• **Your task**
This exercise asks for a copy of each line in the records below with the word "NDArray" in it.

(Recorded data)

QUANTITY_NOTES: dict[str, str] = {
    "resistance_<term>": "harmonic coefficient of resistance_ohm, term c0, cos1, sin1, cos2, sin2",
    "unidirectional_<term>": "harmonic coefficient of unidirectional_ohm",
    "amr_ohm": "anisotropic MR, R(m along the current x) - R(m across it) (xy: 2*a2; zx: -2*a2)",
    "smr_ohm": "spin Hall MR in zy, R(m along z) - R(m along y) (2*a2)",
    "amr_ratio, smr_ratio": "amr_ohm or smr_ohm over the mean resistance c0",
    "planar_hall_ohm": "planar Hall, R_xy = planar_hall_ohm/2 * sin 2phi (2*b2)",
    "anomalous_hall_ohm": "anomalous Hall in zx/zy, the cos(theta) term a1 of the transverse R",
    "umr_ohm": "unidirectional MR amplitude, the sin term b1 of unidirectional_ohm (m_y part)",
    "umr_ratio": "umr_ohm over the mean resistance c0",
    "angle_offset_deg": "sample mounting offset from the 2phi phase, folded into (-45, 45] deg",
    "angle_offset_applied_deg": "run-wide offset subtracted from the angles before fitting",
    "umr_slope_ohm": "unidirectional_ohm = k*j, k per 1e11 A/m^2 (per mA without a density)",
    "umr_linear_ohm, umr_cubic_ohm": "unidirectional_ohm = k1*j + k3*j^3",
    "umr_ratio_per_1e11_A_m2 (umr_ratio_per_mA)": "unidirectional_ratio = r*j",
    "nonlinear_from_A_m2 (nonlinear_from_A)": "first j off the low-current line by > 3 sigma",
    "umr_field_independent_ohm": "UMR part that survives at high field (A)",
    "umr_field_dependent_ohm": "inverse form: UMR part falling with field, its zero-field value C",
    "umr_field_scale_T": "inverse form: field Bs at which that part has halved",
    "umr_field_slope_ohm_per_T": "linear form: slope of UMR against |B|",
    "dR_dT_ohm_per_K": "local slope of the lowest-current resistance against temperature",
    "heating_slope_ohm_per_mA2": "h in R = R0 + h*I^2",
    "temperature_rise_K_per_mA2": "h/(dR/dT)",
    "temperature_rise_at_max_current_K": "h*I_max^2/(dR/dT); note WARNING above the limit",
}


@dataclass(frozen=True)
class RunContext:
    """What the fits need to know about a run, read tolerantly from run.json."""

    name: str = ""
    sample_id: str = ""
    stack: str = ""
    rotation_plane: str = "xy"
    channel_probes: Mapping[str, str] = field(default_factory=dict)
    layers: tuple[Mapping[str, Any], ...] = ()
    width_m: float | None = None
    sheet_resistance_ohm: float | None = None

    def channel_kind(self, channel: str) -> str:
        """'longitudinal' or 'transverse': the rig's probe entry, else the channel's name."""
        probe = self.channel_probes.get(channel, "")
        if probe in ("longitudinal", "transverse"):
            return probe
        lowered = channel.lower()
        is_transverse = any(mark in lowered for mark in ("xy", "yx", "hall"))
        return "transverse" if is_transverse else "longitudinal"


@dataclass(frozen=True)
class FitOptions:
    angle_offset: bool = False
    field_form: str = "inverse"
    dR_dT_ohm_per_K: float | None = None
    heating_warn_K: float = 5.0


def read_run_context(run_dir: Path) -> RunContext:
    """RunContext from run_dir/run.json; every missing key falls back to a default."""
    path = Path(run_dir) / "run.json"
    if not path.exists():
        return RunContext()
    document = json.loads(path.read_text(encoding="utf-8"))
    protocol = _mapping(_mapping(document.get("protocol")).get("normalised"))
    sample = _mapping(protocol.get("sample"))
    channel_geometry = _mapping(sample.get("channel"))
    instruments = _mapping(
        _mapping(_mapping(document.get("rig")).get("normalised")).get("instruments")
    )
    probes = {
        name: str(_mapping(entry).get("probe", ""))
        for name, entry in instruments.items()
        if _mapping(entry).get("probe")
    }
    layers = tuple(_layer(entry) for entry in sample.get("layers", []) if isinstance(entry, dict))
    plane = str(protocol.get("rotation_plane", "xy"))
    return RunContext(
        name=str(protocol.get("name", "")),
        sample_id=str(sample.get("id", "")),
        stack=str(sample.get("stack", "")),
        rotation_plane=plane if plane in ("xy", "zx", "zy") else "xy",
        channel_probes=probes,
        layers=layers,
        width_m=_number(channel_geometry.get("width_m", channel_geometry.get("width")))
        or _number(sample.get("width_m")),
        sheet_resistance_ohm=_number(
            sample.get("sheet_resistance_ohm", sample.get("sheet_resistance"))
        ),
    )


def _mapping(value: object) -> Mapping[str, Any]:
    return value if isinstance(value, dict) else {}


def _number(value: object) -> float | None:
    return float(value) if isinstance(value, int | float) and not isinstance(value, bool) else None


def _layer(entry: Mapping[str, Any]) -> dict[str, Any]:
    # Both the documented SI-suffixed keys and the protocol model's own names are accepted.
    return {
        "name": entry.get("name", ""),
        "thickness_m": entry.get("thickness_m", entry.get("thickness")),
        "resistivity_ohm_m": entry.get("resistivity_ohm_m", entry.get("resistivity")),
        "carrier": bool(entry.get("carrier", False)),
    }


POINT_COLUMNS: tuple[str, ...] = (
    "point",
    "temperature_K",
    "field_T",
    "angle_deg",
    "current_A",
    "current_density_A_m2",
    "channel",
    "n_cycles",
    "resistance_ohm",
    "resistance_ohm_err",
    "unidirectional_ohm",
    "unidirectional_ohm_err",
    "unidirectional_ratio",
    "unidirectional_ratio_err",
    "offset_V",
    "offset_V_err",
    "flags",
)


def read_points(path: Path) -> pd.DataFrame:
    points = pd.read_csv(path, keep_default_na=True)
    return normalise_points(points)


def normalise_points(points: pd.DataFrame) -> pd.DataFrame:
    """Add any missing column (as empty) and give every column its proper dtype."""
    frame = points.copy()
    for column in POINT_COLUMNS:
        if column not in frame:
            frame[column] = "" if column in ("channel", "flags") else np.nan
    for text in ("channel", "flags"):
        frame[text] = frame[text].astype(object).where(frame[text].notna(), "").astype(str)
    numeric = [c for c in POINT_COLUMNS if c not in ("channel", "flags")]
    frame[numeric] = frame[numeric].apply(pd.to_numeric, errors="coerce")
    return frame


# --- grouping --------------------------------------------------------------------------------


def group_ids(frame: pd.DataFrame, keys: Sequence[str]) -> tuple[NDArray[np.int64], pd.DataFrame]:
    """Group index of every row (groups sorted by key, empty keys last) and one row per group.

    Empty (NaN) keys form their own group: a loop the protocol does not use is one group.
    """
    if frame.empty:
        return np.zeros(0, np.int64), pd.DataFrame(columns=list(keys))
    codes = np.column_stack(
        [pd.factorize(frame[key], sort=True, use_na_sentinel=False)[0] for key in keys]
    )
    _, first, inverse = np.unique(codes, axis=0, return_index=True, return_inverse=True)
    key_frame = frame[list(keys)].iloc[first].reset_index(drop=True)
    return inverse.ravel().astype(np.int64), key_frame


def distinct_per_group(
    ids: NDArray[np.int64], values: NDArray[np.float64], n_groups: int
) -> NDArray[np.int64]:
    usable = (ids >= 0) & np.isfinite(values)
    if not usable.any():
        return np.zeros(n_groups, np.int64)
    pairs = np.unique(np.column_stack([ids[usable], values[usable]]), axis=0)
    return np.bincount(pairs[:, 0].astype(np.int64), minlength=n_groups).astype(np.int64)


def _keep_groups(
    ids: NDArray[np.int64], key_frame: pd.DataFrame, keep: NDArray[np.bool_]
) -> tuple[NDArray[np.int64], pd.DataFrame]:
    """Renumber so that only the kept groups remain; rows of dropped groups get -1."""
    new_index = np.full(keep.size, -1, np.int64)
    new_index[keep] = np.arange(int(keep.sum()))
    mapped = np.where(ids >= 0, new_index[np.clip(ids, 0, None)], -1)
    return mapped, key_frame[keep].reset_index(drop=True)


def tidy_rows(
    keys: pd.DataFrame,
    analysis: str,
    quantity: str,
    value: Any,
    error: Any,
    unit: str,
    reduced_chi2: Any,
    n_points: Any,
    model: str,
    note: Any = "",
) -> pd.DataFrame:
    """One fits.csv row per row of `keys`; key columns absent from `keys` stay empty."""
    n = len(keys)
    columns: dict[str, Any] = {}
    for key in KEY_COLUMNS:
        if key in keys:
            columns[key] = keys[key].to_numpy()
        else:
            columns[key] = np.full(
                n, "" if key == "channel" else np.nan, dtype=object if key == "channel" else float
            )
    columns.update(
        analysis=analysis,
        quantity=quantity,
        value=np.broadcast_to(np.asarray(value, dtype=float), (n,)),
        error=np.broadcast_to(np.asarray(error, dtype=float), (n,)),
        unit=unit,
        reduced_chi2=np.broadcast_to(np.asarray(reduced_chi2, dtype=float), (n,)),
        n_points=np.broadcast_to(np.asarray(n_points, dtype=np.int64), (n,)),
        model=model,
        note=np.broadcast_to(np.asarray(note, dtype=object), (n,)),
    )
    return pd.DataFrame(columns, index=pd.RangeIndex(n))


def read_fits_table(path: Path) -> pd.DataFrame:
    """fits.csv back as written: text columns as str (empty, not NaN), numbers as float."""
    text = ("channel", "analysis", "quantity", "unit", "model", "note")
    table = pd.read_csv(path, dtype={name: str for name in text}, keep_default_na=False)
    for name in FIT_COLUMN_NAMES:
        if name not in table:
            table[name] = "" if name in text else np.nan
        elif name not in text:
            table[name] = pd.to_numeric(table[name].replace("", np.nan), errors="coerce")
    return table[list(FIT_COLUMN_NAMES)]


def empty_fits_table() -> pd.DataFrame:
    return pd.DataFrame({name: pd.Series(dtype=_dtype(name)) for name in FIT_COLUMN_NAMES})


def _dtype(name: str) -> str:
    if name == "n_points":
        return "int64"
    if name in ("channel", "analysis", "quantity", "unit", "model", "note"):
        return "object"
    return "float64"


# --- angle -----------------------------------------------------------------------------------

ANGLE_KEYS = ("temperature_K", "field_T", "current_A", "channel")
HARMONIC_MODEL = "c0 + a1 cos(phi) + b1 sin(phi) + a2 cos(2phi) + b2 sin(2phi)"


@dataclass(frozen=True)
class AngleResult:
    rows: pd.DataFrame
    amplitudes: pd.DataFrame  # one row per angle group: keys + named amplitudes and errors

(End Recorded data)

• **Exercise response**
def group_ids(frame: pd.DataFrame, keys: Sequence[str]) -> tuple[NDArray[np.int64], pd.DataFrame]:
    ids: NDArray[np.int64], values: NDArray[np.float64], n_groups: int
) -> NDArray[np.int64]:
    ids: NDArray[np.int64], key_frame: pd.DataFrame, keep: NDArray[np.bool_]
) -> tuple[NDArray[np.int64], pd.DataFrame]:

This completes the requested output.